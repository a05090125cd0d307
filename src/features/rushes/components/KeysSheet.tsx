import { useEffect, useRef, type KeyboardEvent } from "react";
import { Button } from "../../../components/Button";
import { playerKeys } from "./player-keys";

/** The player's keys in one sheet, opened by "?" or the Keys button; Escape closes it, not the clip. */
export function KeysSheet({ open, onClose }: { open: boolean; onClose: () => void }) {
  const dialog = useRef<HTMLDialogElement>(null);
  useEffect(() => {
    const element = dialog.current;
    if (!element) return;
    if (open && !element.open) element.showModal();
    if (!open && element.open) element.close();
  }, [open]);
  const onKeyDown = (e: KeyboardEvent<HTMLDialogElement>) => {
    if (e.key !== "Escape") return;
    e.preventDefault();
    e.stopPropagation();
    onClose();
  };
  return (
    <dialog ref={dialog} aria-labelledby="player-keys-heading" onKeyDown={onKeyDown} onClose={onClose} className="m-auto w-[min(28rem,calc(100vw-2rem))] rounded-md border border-ply-300 p-5 shadow-xl backdrop:bg-graphite-900/40">
      <h3 id="player-keys-heading" className="mb-3 text-lg font-bold">
        Player keys
      </h3>
      <p className="mb-3 text-sm text-graphite-500">They work while the player has the focus (click the picture or tab to it).</p>
      <table className="w-full text-sm">
        <tbody>
          {playerKeys.map((k) => (
            <tr key={k.action} className="border-t border-ply-200">
              <th scope="row" className="py-1.5 pr-3 text-left align-top whitespace-nowrap">
                <kbd className="rounded border border-ply-300 bg-ply-50 px-1.5 font-sans">{k.keys}</kbd>
              </th>
              <td className="py-1.5">{k.does}</td>
            </tr>
          ))}
        </tbody>
      </table>
      <div className="mt-4 text-right">
        <Button tone="quiet" onClick={onClose} autoFocus>
          Close
        </Button>
      </div>
    </dialog>
  );
}
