import { queryOptions, useQuery } from "@tanstack/react-query";
import type { EpisodeHistory } from "@shared/slate/schemas";
import { api } from "../../../lib/api-client";
import { slateKeys } from "./keys";

export const historyQueryOptions = (channelId: string, episodeId: string) =>
  queryOptions({
    queryKey: slateKeys.history(channelId, episodeId),
    queryFn: ({ signal }) => api<EpisodeHistory>(`/api/channels/${channelId}/episodes/${episodeId}/history`, { signal }),
  });

export const useHistory = (channelId: string, episodeId: string) => useQuery(historyQueryOptions(channelId, episodeId));
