describe("templates and settings", () => {
  it("when a template is saved with bad items, then each item field says why", async () => {
    const bad = await as.producer
      .send("post", api("/deal-templates"), { name: "", items: [{ kind: "script_draft", title: "", anchor: "before_publish", offsetDays: -1, ownerRole: null }] })
      .expect(400);
    expect(bad.body.error.fields).toMatchObject({ name: "Name the template.", "items.0.title": "Name the item.", "items.0.offsetDays": "Use 0 or more days." });
  });

  it("when the producer sets the reminder lead, then the settings keep it", async () => {
    const saved = await as.producer.send("put", api("/sponsor-settings"), { reminderDaysBefore: 3 }).expect(200);
    expect(saved.body.settings.reminderDaysBefore).toBe(3);
    const read = await as.crew.get(api("/sponsor-settings")).expect(200);
    expect(read.body.settings.hosts.find((h: { userId: string }) => h.userId === world.crew.id)).toMatchObject({ wordsPerMinute: 150, isDefault: true });
  });

  it("when a template is deleted, then deals made from it keep their items", async () => {
    const template = await createTemplate(app.db, world.channel.id);
    const episode = await createEpisode(app.db, world.channel.id);
    const sponsor = await createSponsor(app.db, world.channel.id);
    const made = await as.producer.send("post", api("/deals"), newDeal(episode.id, sponsor.id, { templateId: template.id })).expect(201);
    await as.producer.send("delete", api(`/deal-templates/${template.id}`)).expect(204);
    const deal = (await as.producer.get(api(`/deals/${made.body.deal.id}`)).expect(200)).body.deal;
    expect(deal.deliverables).toHaveLength(suggestedTemplateItems.length);
  });
});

• **Problem requirements**
All of the entries are to be transcribed exactly.

• **Response area**
repository a05090125cd0d307
filename src/features/rushes/components/KeysSheet.tsx
import { useEffect, useRef, type KeyboardEvent } from "react";
import { Button } from "../../../components/Button";
import { playerKeys } from "./player-keys";

/** The player's keys in one sheet, opened by "?" or the Keys button; Escape closes it, not the clip. */
export function KeysSheet({ open, onClose }: { open: boolean; onClose: () => void }) {
  const dialog = useRef<HTMLDialogElement>(null);
  useEffect(() => {
    const element = dialog.current;
    if (!element) return;
    if (open && !element.open) element.showModal();
    if (!open && element.open) element.close();
  }, [open]);
  const onKeyDown = (e: KeyboardEvent<HTMLDialogElement>) => {
    if (e.key !== "Escape") return;
    e.preventDefault();
    e.stopPropagation();
    onClose();
  };
  return (
    <dialog ref={dialog} aria-labelledby="player-keys-heading" onKeyDown={onKeyDown} onClose={onClose} className="m-auto w-[min(28rem,calc(100vw-2rem))] rounded-md border border-ply-300 p-5 shadow-xl backdrop:bg-graphite-900/40">
      <h3 id="player-keys-heading" className="mb-3 text-lg font-bold">
        Player keys
      </h3>
      <p className="mb-3 text-sm text-graphite-500">They work while the player has the focus (click the picture or tab to it).</p>
      <table className="w-full text-sm">
        <tbody>
          {playerKeys.map((k) => (
            <tr key={k.action} className="border-t border-ply-200">
              <th scope="row" className="py-1.5 pr-3 text-left align-top whitespace-nowrap">
                <kbd className="rounded border border-ply-300 bg-ply-50 px-1.5 font-sans">{k.keys}</kbd>
              </th>
              <td className="py-1.5">{k.does}</td>
            </tr>
          ))}
        </tbody>
      </table>
      <div className="mt-4 text-right">
        <Button tone="quiet" onClick={onClose} autoFocus>
          Close
        </Button>
      </div>
    </dialog>
  );
}
import { queryOptions, useQuery } from "@tanstack/react-query";
import type { EpisodeHistory } from "@shared/slate/schemas";
import { api } from "../../../lib/api-client";
import { slateKeys } from "./keys";

export const historyQueryOptions = (channelId: string, episodeId: string) =>
  queryOptions({
    queryKey: slateKeys.history(channelId, episodeId),
    queryFn: ({ signal }) => api<EpisodeHistory>(`/api/channels/${channelId}/episodes/${episodeId}/history`, { signal }),
  });

export const useHistory = (channelId: string, episodeId: string) => useQuery(historyQueryOptions(channelId, episodeId));
describe("templates and settings", () => {
  it("when a template is saved with bad items, then each item field says why", async () => {
    const bad = await as.producer
      .send("post", api("/deal-templates"), { name: "", items: [{ kind: "script_draft", title: "", anchor: "before_publish", offsetDays: -1, ownerRole: null }] })
      .expect(400);
    expect(bad.body.error.fields).toMatchObject({ name: "Name the template.", "items.0.title": "Name the item.", "items.0.offsetDays": "Use 0 or more days." });
  });

  it("when the producer sets the reminder lead, then the settings keep it", async () => {
    const saved = await as.producer.send("put", api("/sponsor-settings"), { reminderDaysBefore: 3 }).expect(200);
    expect(saved.body.settings.reminderDaysBefore).toBe(3);
    const read = await as.crew.get(api("/sponsor-settings")).expect(200);
    expect(read.body.settings.hosts.find((h: { userId: string }) => h.userId === world.crew.id)).toMatchObject({ wordsPerMinute: 150, isDefault: true });
  });

  it("when a template is deleted, then deals made from it keep their items", async () => {
    const template = await createTemplate(app.db, world.channel.id);
    const episode = await createEpisode(app.db, world.channel.id);
    const sponsor = await createSponsor(app.db, world.channel.id);
    const made = await as.producer.send("post", api("/deals"), newDeal(episode.id, sponsor.id, { templateId: template.id })).expect(201);
    await as.producer.send("delete", api(`/deal-templates/${template.id}`)).expect(204);
    const deal = (await as.producer.get(api(`/deals/${made.body.deal.id}`)).expect(200)).body.deal;
    expect(deal.deliverables).toHaveLength(suggestedTemplateItems.length);
  });
});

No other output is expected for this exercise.